Detailed description of decoupling capacitor and bypass Capacitor

In electronic circuits, both the decoupling capacitor and the bypass capacitor play an anti-interference role. The capacitor is in different positions and the title is different. For the same circuit, the bypass (bypass) Capacitor Filters out the high-frequency noise in the input signal as the filter object, filters out the high-frequency clutter carried by the front, and decoupling) the capacitor is also called the decoupling capacitor, which filters out the interference from the output signal.
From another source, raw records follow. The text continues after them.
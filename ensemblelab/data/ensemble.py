"""The Ensemble: an immutable, tidy container for a surface-hopping trajectory ensemble.

Units everywhere inside: fs, eV (neutral and cation energies on one common zero),
Angstrom, amu. See :mod:`ensemblelab.units`.
"""

from __future__ import annotations

import copy as _copy
import html
from collections.abc import Iterable, Mapping, Sequence
from dataclasses import dataclass, field
from typing import Any

import numpy as np
import numpy.typing as npt
import pandas as pd

from ..errors import SchemaError
from .elements import masses_for

__all__ = ["Ensemble", "SCHEMA_VERSION", "SNAPSHOT_ARRAYS", "TRAJECTORY_ARRAYS", "REQUIRED_COLUMNS"]

#: version of the data model (and of the native store written from it)
SCHEMA_VERSION = 1

#: columns every snapshot frame has, in this order
REQUIRED_COLUMNS = ("snapshot", "traj", "step", "time", "active")

#: optional per-snapshot arrays: name -> (description, unit)
SNAPSHOT_ARRAYS: dict[str, tuple[str, str]] = {
    "cation_energies": ("(n_snapshots, n_cation) cation state energies, common zero", "eV"),
    "dyson": (
        "(n_snapshots, n_cation) squared Dyson norms of the active state, or "
        "(n_snapshots, n_states, n_cation) for every neutral state",
        "1",
    ),
    "amplitudes": ("(n_snapshots, n_states) electronic populations |c_i|^2", "1"),
    "adt": ("(n_snapshots, n_states, n_states) adiabatic-to-diabatic matrices U, "
            "adiabatic i = sum_d U[i, d] diabatic d", "1"),
    "adt_cation": ("(n_snapshots, n_cation, n_cation) cation adiabatic-to-diabatic matrices", "1"),
    "overlaps": ("(n_snapshots, n_states, n_states) overlaps <i(t-dt)|j(t)> with the previous "
                 "step (row 0 of a trajectory: identity), or with reference states", "1"),
    "velocities": ("(n_snapshots, n_atoms, 3) nuclear velocities", "Angstrom/fs"),
}

#: optional per-trajectory arrays (aligned to the rows of ``trajectories``)
TRAJECTORY_ARRAYS: dict[str, tuple[str, str]] = {
    "excitation_energies": ("(n_trajectories, n_states) E_i - E_0 at t = 0 (column 0 is 0)", "eV"),
    "oscillator_strengths": ("(n_trajectories, n_states) f_0i at t = 0 (column 0 is 0)", "1"),
    "transition_dipoles": ("(n_trajectories, n_states, 3) mu_0i at t = 0", "e*bohr"),
}


def _freeze(a: Any, name: str, *, dtype: Any = np.float64, copy_: bool = True) -> np.ndarray:
    """Return a read-only float array; writable input is copied so the caller keeps theirs."""
    arr = np.asarray(a, dtype=dtype)
    if arr.flags.writeable:
        arr = arr.copy()
        arr.setflags(write=False)
    return arr


def _check_ndim(arr: np.ndarray, name: str, ndim: int | tuple[int, ...], shape_doc: str) -> None:
    ndims = (ndim,) if isinstance(ndim, int) else ndim
    if arr.ndim not in ndims:
        raise SchemaError(
            f"{name} must have shape {shape_doc}; got an array of shape {arr.shape}."
        )
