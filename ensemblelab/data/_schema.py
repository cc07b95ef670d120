"""Schema of the Ensemble data model: column and array tables, and the validation.

Units everywhere inside: fs, eV (neutral and cation energies on one common zero),
Angstrom, amu. See :mod:`ensemblelab.units`.
"""

from __future__ import annotations

from collections.abc import Mapping
from typing import Any

import numpy as np
import pandas as pd

from ..errors import SchemaError

__all__ = ["SCHEMA_VERSION", "REQUIRED_COLUMNS", "SNAPSHOT_ARRAYS", "TRAJECTORY_ARRAYS",
           "validate_fields"]

#: version of the data model (and of the native store written from it)
SCHEMA_VERSION = 1

#: columns every snapshot frame has, in this order
REQUIRED_COLUMNS = ("snapshot", "traj", "step", "time", "active")

#: optional per-snapshot arrays: name -> (description, unit)
SNAPSHOT_ARRAYS: dict[str, tuple[str, str]] = {
    "cation_energies": ("(n_snapshots, n_cation) cation state energies, common zero", "eV"),
    "dyson": (
        "(n_snapshots, n_cation) squared Dyson norms of the active state, or "
        "(n_snapshots, n_states, n_cation) for every neutral state",
        "1",
    ),
    "amplitudes": ("(n_snapshots, n_states) electronic populations |c_i|^2", "1"),
    "adt": ("(n_snapshots, n_states, n_states) adiabatic-to-diabatic matrices U, "
            "adiabatic i = sum_d U[i, d] diabatic d", "1"),
    "adt_cation": ("(n_snapshots, n_cation, n_cation) cation adiabatic-to-diabatic matrices", "1"),
    "overlaps": ("(n_snapshots, n_states, n_states) overlaps <i(t-dt)|j(t)> with the previous "
                 "step (row 0 of a trajectory: identity), or with reference states", "1"),
    "velocities": ("(n_snapshots, n_atoms, 3) nuclear velocities", "Angstrom/fs"),
    "transition_strengths": (
        "(n_snapshots, n_states, n_states) oscillator strengths f_ij between neutral states "
        "i and j at the snapshot geometry (symmetric, f_ij = (2/3) |E_j - E_i| |mu_ij|^2 in "
        "atomic units; diagonal ignored; NaN = not computed); used by transient absorption",
        "1"),
}

#: optional per-trajectory arrays (aligned to the rows of ``trajectories``)
TRAJECTORY_ARRAYS: dict[str, tuple[str, str]] = {
    "excitation_energies": ("(n_trajectories, n_states) E_i - E_0 at t = 0 (column 0 is 0)", "eV"),
    "oscillator_strengths": ("(n_trajectories, n_states) f_0i at t = 0 (column 0 is 0)", "1"),
    "transition_dipoles": ("(n_trajectories, n_states, 3) mu_0i at t = 0", "e*bohr"),
}


def _freeze(a: Any, name: str, *, dtype: Any = np.float64, copy_: bool = True) -> np.ndarray:
    """Return a read-only float array; writable input is copied so the caller keeps theirs."""
    arr = np.asarray(a, dtype=dtype)
    if arr.flags.writeable:
        arr = arr.copy()
        arr.setflags(write=False)
    return arr


def _check_ndim(arr: np.ndarray, name: str, ndim: int | tuple[int, ...], shape_doc: str) -> None:
    ndims = (ndim,) if isinstance(ndim, int) else ndim
    if arr.ndim not in ndims:
        raise SchemaError(
            f"{name} must have shape {shape_doc}; got an array of shape {arr.shape}."
        )



def validate_fields(raw: Mapping[str, Any]) -> dict[str, Any]:
    """Check and normalise the constructor fields of an Ensemble.

    Parameters
    ----------
    raw : mapping of str to object
        The fields as given to the constructor (``snapshots``, ``geometries``, ...).

    Returns
    -------
    dict
        The fields to store: read-only arrays, a fresh snapshots frame in column order,
        a completed trajectories table, labels and metadata.

    Raises
    ------
    SchemaError
        Naming the field, the expected shape or value and what was found.
    """
    out: dict[str, Any] = {}
    frame = raw["snapshots"]
    if not isinstance(frame, pd.DataFrame):
        raise SchemaError(f"snapshots must be a pandas DataFrame; got {type(frame).__name__}.")
    frame = frame.reset_index(drop=True).copy()
    missing = [c for c in REQUIRED_COLUMNS if c not in frame.columns]
    if "snapshot" in missing:
        frame.insert(0, "snapshot", np.arange(len(frame), dtype=np.int64))
        missing.remove("snapshot")
    if missing:
        raise SchemaError(
            f"snapshots is missing required column(s) {missing}; found {list(frame.columns)}."
        )
    for col in ("snapshot", "traj", "step", "active"):
        frame[col] = frame[col].to_numpy().astype(np.int64, copy=False)
    frame["time"] = frame["time"].to_numpy().astype(np.float64, copy=False)
    rest = [c for c in frame.columns if c not in REQUIRED_COLUMNS]
    frame = frame[list(REQUIRED_COLUMNS) + rest]
    n = len(frame)

    traj = frame["traj"].to_numpy()
    time = frame["time"].to_numpy()
    if n:
        if np.any(np.diff(traj) < 0):
            raise SchemaError(
                "snapshots must be sorted by traj; use Ensemble.from_arrays, which sorts."
            )
        if not np.all(np.isfinite(time)):
            bad = int(np.flatnonzero(~np.isfinite(time))[0])
            raise SchemaError(
                f"time must be finite; snapshot row {bad} (traj {traj[bad]}) has {time[bad]}."
            )
        same = traj[1:] == traj[:-1]
        dt = np.diff(time)
        bad_t = np.flatnonzero(same & (dt <= 0))
        if bad_t.size:
            i = int(bad_t[0])
            raise SchemaError(
                f"times must increase strictly within a trajectory; traj {traj[i]} has "
                f"time {time[i]} followed by {time[i + 1]} (rows {i}, {i + 1}). Hint: remove "
                "duplicated frames or fix restarted segments before building the ensemble."
            )
    geoms = _freeze(raw["geometries"], "geometries", copy_=False)
    _check_ndim(geoms, "geometries", 3, "(n_snapshots, n_atoms, 3)")
    if geoms.shape[0] != n or geoms.shape[2] != 3:
        raise SchemaError(
            f"geometries must have shape (n_snapshots={n}, n_atoms, 3); got {geoms.shape}."
        )
    n_atoms = geoms.shape[1]
    symbols = tuple(str(s) for s in raw["symbols"])
    if len(symbols) != n_atoms:
        raise SchemaError(
            f"symbols must have n_atoms={n_atoms} entries; got {len(symbols)}."
        )
    masses = _freeze(raw["masses"], "masses", copy_=False)
    if masses.shape != (n_atoms,):
        raise SchemaError(f"masses must have shape (n_atoms={n_atoms},); got {masses.shape}.")
    energies = _freeze(raw["energies"], "energies", copy_=False)
    _check_ndim(energies, "energies", 2, "(n_snapshots, n_states)")
    if energies.shape[0] != n or energies.shape[1] < 1:
        raise SchemaError(
            f"energies must have shape (n_snapshots={n}, n_states); got {energies.shape}."
        )
    n_states = energies.shape[1]
    active = frame["active"].to_numpy()
    if n and (active.min() < 0 or active.max() >= n_states):
        i = int(np.flatnonzero((active < 0) | (active >= n_states))[0])
        raise SchemaError(
            f"active state must be in [0, {n_states - 1}] (0-based, n_states={n_states}); "
            f"snapshot row {i} (traj {traj[i]}, time {time[i]} fs) has {active[i]}. Hint: "
            "if your code counts states from 1, subtract 1."
        )

    n_cat = None
    if raw["cation_energies"] is not None:
        ce = _freeze(raw["cation_energies"], "cation_energies", copy_=False)
        _check_ndim(ce, "cation_energies", 2, "(n_snapshots, n_cation)")
        if ce.shape[0] != n:
            raise SchemaError(
                f"cation_energies must have n_snapshots={n} rows; got shape {ce.shape}."
            )
        n_cat = ce.shape[1]
        out["cation_energies"] = ce
    expected = {
        "amplitudes": ((n, n_states), "(n_snapshots, n_states)"),
        "adt": ((n, n_states, n_states), "(n_snapshots, n_states, n_states)"),
        "overlaps": ((n, n_states, n_states), "(n_snapshots, n_states, n_states)"),
        "velocities": ((n, n_atoms, 3), "(n_snapshots, n_atoms, 3)"),
        "transition_strengths": ((n, n_states, n_states), "(n_snapshots, n_states, n_states)"),
    }
    if n_cat is not None:
        expected["adt_cation"] = ((n, n_cat, n_cat), "(n_snapshots, n_cation, n_cation)")
    for name, (shape, doc) in expected.items():
        value = raw[name]
        if value is None:
            continue
        arr = _freeze(value, name, copy_=False)
        if arr.shape != shape:
            raise SchemaError(f"{name} must have shape {doc} = {shape}; got {arr.shape}.")
        out[name] = arr
    if raw["adt_cation"] is not None and n_cat is None:
        raise SchemaError("adt_cation needs cation_energies (to know n_cation).")
    if raw["dyson"] is not None:
        dy = _freeze(raw["dyson"], "dyson", copy_=False)
        if n_cat is None:
            raise SchemaError(
                "dyson (squared Dyson norms) needs cation_energies; pass both."
            )
        if dy.shape not in ((n, n_cat), (n, n_states, n_cat)):
            raise SchemaError(
                f"dyson must have shape (n_snapshots, n_cation) = {(n, n_cat)} or "
                f"(n_snapshots, n_states, n_cation) = {(n, n_states, n_cat)}; got {dy.shape}."
            )
        out["dyson"] = dy

    trajs = raw["trajectories"]
    if not isinstance(trajs, pd.DataFrame) or "traj" not in trajs.columns:
        raise SchemaError("trajectories must be a DataFrame with a 'traj' column.")
    ids = np.unique(traj)
    trajs = trajs.copy()
    trajs["traj"] = trajs["traj"].to_numpy().astype(np.int64)
    if trajs["traj"].duplicated().any():
        dup = trajs.loc[trajs["traj"].duplicated(), "traj"].iloc[0]
        raise SchemaError(f"trajectories has duplicated traj id {dup}.")
    extra_ids = np.setdiff1d(trajs["traj"].to_numpy(), ids)
    keep_rows = ~trajs["traj"].isin(extra_ids)
    # per-trajectory arrays follow the rows of the given table
    traj_arrays: dict[str, np.ndarray | None] = {}
    for name in TRAJECTORY_ARRAYS:
        value = raw[name]
        if value is None:
            traj_arrays[name] = None
            continue
        arr = np.asarray(value, dtype=np.float64)
        if arr.shape[0] == len(trajs):
            arr = arr[keep_rows.to_numpy()]
        traj_arrays[name] = arr
    trajs = trajs[keep_rows]
    given = pd.DataFrame({"traj": ids})
    trajs = given.merge(trajs, on="traj", how="left", sort=True)
    missing_rows = ~np.isin(ids, raw["trajectories"]["traj"].to_numpy())
    if n:
        first = np.r_[0, np.flatnonzero(traj[1:] != traj[:-1]) + 1]
        last = np.r_[first[1:] - 1, n - 1]
    else:
        first = last = np.zeros(0, dtype=np.int64)
    if "weight" not in trajs.columns:
        trajs["weight"] = 1.0
    trajs["weight"] = trajs["weight"].astype(np.float64).fillna(1.0)
    if np.any(trajs["weight"].to_numpy() < 0) or not np.all(np.isfinite(trajs["weight"])):
        raise SchemaError("trajectory weights must be finite and >= 0.")
    init = active[first] if n else np.zeros(0, dtype=np.int64)
    if "initial_state" not in trajs.columns:
        trajs["initial_state"] = init
    else:
        trajs["initial_state"] = (
            trajs["initial_state"].astype("Float64").fillna(pd.Series(init)).astype(np.int64)
        )
    trajs["n_steps"] = (last - first + 1).astype(np.int64)
    trajs["t_end"] = time[last] if n else np.zeros(0)
    cols = ["traj", "weight", "initial_state", "n_steps", "t_end"]
    trajs = trajs[cols + [c for c in trajs.columns if c not in cols]]
    for name, tarr in traj_arrays.items():
        if tarr is None:
            continue
        if tarr.shape[0] != len(ids):
            if missing_rows.any():
                raise SchemaError(
                    f"{name} has {tarr.shape[0]} rows but the trajectories table does not "
                    f"cover all {len(ids)} trajectories."
                )
            raise SchemaError(
                f"{name} must have n_trajectories={len(ids)} rows; got shape {tarr.shape}."
            )
        want = (len(ids), n_states) if name != "transition_dipoles" else (len(ids), n_states, 3)
        if tarr.shape != want:
            raise SchemaError(f"{name} must have shape {want}; got {tarr.shape}.")
        tarr.setflags(write=False)
        out[name] = tarr

    state_labels = tuple(raw["state_labels"]) or tuple(f"S{i}" for i in range(n_states))
    if len(state_labels) != n_states:
        raise SchemaError(
            f"state_labels must have n_states={n_states} entries; got {len(state_labels)}."
        )
    n_cat_labels = n_cat or 0
    cation_labels = tuple(raw["cation_labels"]) or tuple(f"D{k}" for k in range(n_cat_labels))
    if len(cation_labels) != n_cat_labels:
        raise SchemaError(
            f"cation_labels must have n_cation={n_cat_labels} entries; got "
            f"{len(cation_labels)}."
        )
    meta = dict(raw["metadata"])
    meta.setdefault("units", {"time": "fs", "energy": "eV", "length": "Angstrom",
                              "mass": "amu"})
    meta.setdefault("schema_version", SCHEMA_VERSION)
    meta.setdefault("sources", [])

    frame.flags.allows_duplicate_labels = True  # type: ignore[attr-defined]
    out["snapshots"] = frame
    out["trajectories"] = trajs.reset_index(drop=True)
    out["geometries"] = geoms
    out["energies"] = energies
    out["symbols"] = symbols
    out["masses"] = masses
    out["state_labels"] = state_labels
    out["cation_labels"] = cation_labels
    out["metadata"] = meta
    return out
The decoupling capacitor is used in places that do not need to communicate with each other in the amplifier circuit to Eliminate Self-excitation and ensure stable operation of the amplifier. In the circuit, there is always a drive source and a drive load. If the load capacitor is large, the driving circuit needs to charge and discharge the capacitor to complete the signal jump. When the rising edge is steep, the current is relatively large, in this way, the drive current will absorb a large amount of power supply current, because the inductance and resistance in the circuit (especially the inductance on the chip pin will cause a rebound ), compared with normal conditions, this current is actually a type of noise, which will affect the normal operation of the previous stage. This is coupling.

The de-coupling capacitor acts as a battery to meet the changes in the drive circuit current and avoid mutual coupling interference.

Decoupling and bypass can be considered as filtering. The decoupling capacitor is equivalent to a battery, avoiding voltage reduction due to sudden changes in current, which is equivalent to a ripple filter. The specific capacity value can be calculated based on the current size, the expected ripple size, and the applied time. The decoupling capacitor is usually very large, which is basically ineffective for noise at a higher frequency. The bypass capacitor is designed for high frequencies, that is, the frequency impedance of the capacitor is used. Capacitors can generally be considered as a series model of RLC. At a certain frequency, a resonance occurs, and the impedance of the capacitor is equal to its ESR. If you look at the frequency impedance curve of the capacitor, you will find that it is generally a V-shaped curve. The specific curve is related to the capacitor medium. Therefore, you need to consider the capacitor medium when selecting the bypass capacitor. An insurance method is to merge several capacitors.

Related functions

Decoupling capacitors play two roles between the power supply and ground of the integrated circuit: one is the energy storage capacitor of the integrated circuit, and the other is to bypass the high-frequency noise of the device. The typical decoupling capacitance value in digital circuits is 0.1 μF. The typical distribution Inductance Value of this capacitor is 5 μh. The 0.1 μF decoupling capacitor has a distribution inductance of 5 μh, and its parallel resonance frequency is about 7 MHz. That is to say, it has a better decoupling effect for noise below 10 MHz, it hardly works for noise above 40 MHz. The capacitance of 1μF and 10μf has a parallel resonance frequency of more than 20 MHz, and the effect of high-frequency noise removal is better. A charge-discharge capacitor or an energy storage capacitor must be added to every 10 or so integrated circuits. The optional value is about 10 μF. It is best not to use electrolytic capacitors. electrolytic capacitors are flushed by two layers of films. The structure of the fl is expressed as inductance at high frequencies. You need to use the TA capacitor or polycarbonate capacitor. The selection of the decoupling capacitor is not strict. The decoupling capacitor can be set to C = 1/F, that is, 0.1 μF for 10 MHz and 0.01 μF for MHz.